Crossing the legs at the knees, during BP measurement, is one of the several physiological stimuli that considerably influence the accuracy of BP measurements. Therefore, it is paramount to develop an appropriate prediction model for interpreting influence of crossed legs on BP. This research work described the use of principal component analysis- (PCA-) fused forward stepwise regression (FSWR), artificial neural network (ANN), adaptive neuro fuzzy inference system (ANFIS), and least squares support vector machine (LS-SVM) models for prediction of BP reactivity to crossed legs among the normotensive and hypertensive participants. The evaluation of the performance of the proposed prediction models using appropriate statistical indices showed that the PCA-based LS-SVM (PCA-LS-SVM) model has the highest prediction accuracy with coefficient of determination (R2) = 93.16%, root mean square error (RMSE) = 0.27, and mean absolute percentage error (MAPE) = 5.71 for SBP prediction in normotensive subjects. Furthermore, R2 = 96.46%, RMSE = 0.19, and MAPE = 1.76 for SBP prediction and R2 = 95.44%, RMSE = 0.21, and MAPE = 2.78 for DBP prediction in hypertensive subjects using the PCA-LSSVM model.
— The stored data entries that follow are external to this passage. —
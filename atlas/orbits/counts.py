"""Orbit histograms for notebooks: labelled xarray Datasets."""

from __future__ import annotations

from collections.abc import Callable, Mapping, Sequence
from decimal import Decimal
from fractions import Fraction
from typing import Any

import numpy as np
from numpy.typing import NDArray

from atlas.config.digests import decisive
from atlas.config.draws import KINDS
from atlas.config.jobs import Plate
from atlas.config.load import plate_from_parts
from atlas.families.reader import Family
from atlas.orbits.counting import Sampled, counter_of, resolved
from atlas.orbits.histogram import Histogram, count_histogram
from atlas.orbits.orbit import OrbitCounter
from atlas.orbits.schedule import schedule
from atlas.output.certificate import as_text, certificate
from atlas.output.certificate_reader import KEY
from atlas.plan import check_arrays, parse_memory
from atlas.reading.kinds import Whole
from atlas.reading.place import REQUEST, Place, shown
from tiles.number import Exact
from tiles.strip import PER_COLUMN, Strip
from tiles.tally import density
from tiles.window import View

Number = str | int | float | Fraction | Decimal | Exact
KIND = "dataset"
CELLS_AT_ONCE = 1 << 20
_CELLS = Whole(1, 1 << 31)


def orbit_counts(
    family: Family,
    view: View,
    *,
    size: tuple[int, int],
    set: Mapping[str, Number] | None = None,
    starts: Sequence[Mapping[str, Number]] | None = None,
    transient: int = 1000,
    samples: int | str = 1000,
    values_per_column: int = 4,
    transient_limit: int | None = None,
    longest_period: int = 64,
    workers: int | None = None,
    memory: str | int | None = None,
) -> Any:
    """Count the orbits of a family over a view.

    Parameters
    ----------
    family : Family
        From `atlas.family` or `atlas.load(path).families`.
    view : View
        A parameter across, a state variable or observable up.
    size : (int, int)
        Columns and rows.
    set : mapping of str to number, optional
        Parameters that differ from their defaults.
    starts : sequence of mappings of str to number, optional
        Initial conditions; by default the family's own.
    transient, transient_limit : int
        Steps before sampling, and at most, for orbits that settle slowly; the limit is 1 000 000 by default.
    samples : int or "auto"
        States counted of each orbit.
    values_per_column : int
        Parameter values spread over each column.
    longest_period : int
        Longest cycle looked for.
    workers : int, optional
        Threads; by default one a processor. The result does not depend on it.
    memory : str or int, optional
        Budget of the whole process, such as ``"2GiB"`` or bytes.

    Returns
    -------
    xarray.Dataset
        ``counts`` (uint32) and ``density`` (float64, counts / (exposure * cell size), per unit of the state
        or, on a log axis, of its natural logarithm) on both axes, up first; ``exposure``, ``below``,
        ``above``, ``escaped``, ``unsettled`` (samples) and ``collapsed`` (orbits) on the across axis.
        Coordinates are cell centres, ascending. In every column
        inside + below + above + escaped + unsettled = exposure. The certificate is in the attribute
        ``atlas-certificate``; a Dataset saved with ``to_netcdf(path, engine="h5netcdf")`` carries it along.

    Raises
    ------
    Refusal
        For axes, parameters or starts that the family does not have, a size beyond the memory budget, and a
        window finer than float64 resolves.

    Examples
    --------
    >>> import atlas
    >>> view = atlas.View(across=("r", "2.8", "4"), up=("x", 0, 1))
    >>> ds = atlas.orbit_counts(atlas.family("logistic"), view, size=(120, 80), samples=100)
    >>> ds.counts.dims
    ('x', 'r')
    """
    place = REQUEST
    if not isinstance(view, View):
        raise place.at("view").refusal(f"{shown(view)} is no view; write atlas.View(across=..., up=...)")
    kind = plate_from_parts(family, view.across, view.up, place=place).kind
    if kind != "histogram":
        raise place.at("view").refusal(
            f"{view.across.name} across and {view.up.name} up make {KINDS[kind]}; "
            "put a parameter across and a state variable or observable up"
        )
    columns, rows = _cells(size, place.at("size"))
    check_arrays((columns, rows), parse_memory(memory))
    job = plate_from_parts(
        family,
        view.across,
        view.up,
        set=set,
        starts=starts,
        name="dataset",
        place=place,
        transient=transient,
        transient_limit=transient_limit,
        samples=samples,
        values_per_column=values_per_column,
        longest_period=longest_period,
    )
    counter = counter_of(job, columns, rows)
    with schedule(workers) as opened:
        counter = resolved(job, counter, opened)
        histogram = count_histogram(counter, opened)
    return dataset(job, counter, histogram)


def _cells(size: tuple[int, int], place: Place) -> tuple[int, int]:
    if not isinstance(size, tuple | list) or len(size) != 2:
        raise place.refusal(f"{shown(size)} is no resolution; write (columns, rows)")
    across, up = (_CELLS.read(cells, place.at(number)) for number, cells in enumerate(size, 1))
    return across, up


def dataset(job: Plate, counter: OrbitCounter, histogram: Histogram) -> Any:
    """Return a histogram as an xarray Dataset, as `orbit_counts` describes it."""
    family, digest = job.family, histogram.digest()
    sampled = Sampled(counter.columns, counter.rows, histogram.samples, counter.exposure, histogram.filled)
    config = {"kind": KIND, **decisive(job), "resolution": [counter.columns, counter.rows]}
    record = certificate(KIND, family.name, config, digest, histogram.shares(), sampled.record())
    return labelled(
        counter.view,
        histogram.strip,
        {
            "family": family.name,
            "formula": "; ".join(family.formula_lines()),
            "samples": histogram.samples,
            "samples_filled_by_repeats": histogram.filled,
            "orbits_on_repelling_start": histogram.on_repelling,
            "counts_digest": digest,
            KEY: as_text(record),
        },
        family.label_and_unit,
    )


def labelled(
    view: View,
    strip: Strip,
    attributes: Mapping[str, Any],
    label_and_unit: Callable[[str], tuple[str, str]],
) -> Any:
    """Return the counts of a whole view as an xarray Dataset.

    Parameters
    ----------
    view : View
    strip : Strip
        All columns.
    attributes : mapping
        Of the Dataset; ``cell_size`` is added.
    label_and_unit : callable
        Returns label and unit of an axis by its name.
    """
    import xarray

    columns, rows = strip.counts.shape
    across, up = view.across.name, view.up.name
    cell = view.up.cell_size(rows)
    made = xarray.Dataset(
        {
            "counts": ((up, across), np.ascontiguousarray(strip.counts.T)),
            "density": ((up, across), _densities(strip, cell)),
            **{name: (across, getattr(strip, name)) for name in PER_COLUMN},
        },
        coords={up: view.up.centres(rows), across: view.across.centres(columns)},
        attrs={**attributes, "cell_size": cell},
    )
    for axis in (view.across, view.up):
        label, unit = label_and_unit(axis.name)
        made[axis.name].attrs = {
            "long_name": axis.label or label or axis.name,
            "units": unit,
            "scale": axis.scale,
            "low": str(axis.low),
            "high": str(axis.high),
        }
    return made


def _densities(strip: Strip, cell: float) -> NDArray[np.float64]:
    """Return the densities of a strip, shape (rows, columns), without a second array of that size."""
    columns, rows = strip.counts.shape
    whole = np.empty((rows, columns))
    width = max(1, CELLS_AT_ONCE // rows)
    for first in range(0, columns, width):
        block = slice(first, first + width)
        whole[:, block] = density(strip.counts[block], strip.exposure[block], cell).T
    return whole
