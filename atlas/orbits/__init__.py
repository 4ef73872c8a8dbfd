"""Orbits: the compiled map, the kernels, whole histograms, the Dataset."""
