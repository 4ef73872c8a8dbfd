"""Runs independent pieces of work on threads, through dask, with bounded results in flight."""

from __future__ import annotations

import itertools
import os
from collections.abc import Callable, Iterable, Iterator
from concurrent.futures import ThreadPoolExecutor
from contextlib import contextmanager
from typing import TypeVar

import numpy as np
from dask import threaded
from dask.delayed import delayed
from numpy.typing import NDArray

from atlas.errors import PlanRefused, shown

MOST_THREADS = 1024
T = TypeVar("T")
BATCH = 32
"""Tasks a worker gets in one batch; only so many results wait for their turn."""


def default_workers() -> int:
    """Return how many processors this process may use."""
    return len(os.sched_getaffinity(0)) if hasattr(os, "sched_getaffinity") else os.cpu_count() or 1


def threads(workers: int | None) -> int:
    """Return how many threads are asked for: one a processor for None.

    Raises
    ------
    PlanRefused
        For anything but a whole number from 1 to 1024.
    """
    if workers is None:
        return default_workers()
    if not isinstance(workers, int) or not 1 <= workers <= MOST_THREADS:
        raise PlanRefused(f"workers: {shown(workers)} is not a whole number from 1 to {MOST_THREADS}")
    return workers


class Schedule:
    """Worker threads and the flag that stops them.

    Use :func:`schedule` to open one. Kernels release the interpreter's lock, so threads run side by side.

    Attributes
    ----------
    workers : int
    stop : ndarray of uint8, shape (1,)
        Becomes 1 when the work is interrupted; kernels look at it and return early.
    """

    def __init__(self, workers: int) -> None:
        self.workers = workers
        self.stop: NDArray[np.uint8] = np.zeros(1, np.uint8)
        self._pool = ThreadPoolExecutor(workers)

    def run(
        self,
        tasks: Iterable[Callable[[], T]],
        done: Callable[[T], None],
        *,
        at_once: int | None = None,
    ) -> None:
        """Run tasks and hand over their results.

        Parameters
        ----------
        tasks : iterable of callables without arguments
            Consumed lazily, a batch at a time.
        done : callable of a result
            Called in the calling thread, in the order of the tasks.
        at_once : int, optional
            Most tasks that may be under way, where memory is short.
        """
        short = at_once is not None and at_once < self.workers
        for batch in _batches(tasks, at_once if short and at_once else BATCH * self.workers):
            lazy = [delayed(task, pure=False)() for task in batch]
            graph = {key: node for one in lazy for key, node in one.__dask_graph__().items()}
            for result in threaded.get(graph, [one.key for one in lazy], pool=self._pool):
                done(result)

    def close(self, *, interrupted: bool) -> None:
        """Wait for the threads; make running kernels return early where the work was interrupted."""
        if interrupted:
            self.stop[0] = 1
        self._pool.shutdown(wait=True, cancel_futures=interrupted)


@contextmanager
def schedule(workers: int | None = None) -> Iterator[Schedule]:
    """Open worker threads for the time of a block.

    Parameters
    ----------
    workers : int, optional
        Number of threads; the default is :func:`default_workers`.

    Raises
    ------
    PlanRefused
        For a number that is none of threads.
    """
    opened = Schedule(threads(workers))
    try:
        yield opened
    except BaseException:
        opened.close(interrupted=True)
        raise
    opened.close(interrupted=False)


def _batches(tasks: Iterable[Callable[[], T]], size: int) -> Iterator[list[Callable[[], T]]]:
    waiting = iter(tasks)
    while batch := list(itertools.islice(waiting, size)):
        yield batch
This assessment presents the importance and advantages posed by hybrid computing models for the prediction of variables in biomedical research studies.

Highlights

  • Accurate measurement of blood pressure (BP) is indispensable for the diagnosis of hypertension at its early stage

  • The results of the paired t-test demonstrated a statistically significant higher systolic BP (SBP) with crossed legs in normotensive subjects, but there was no significant difference between diastolic BP (DBP) measurements

  • These results are consistent with the recommendations of the American Heart Association (AHA) council for BP measurement in humans and experimental animals [3]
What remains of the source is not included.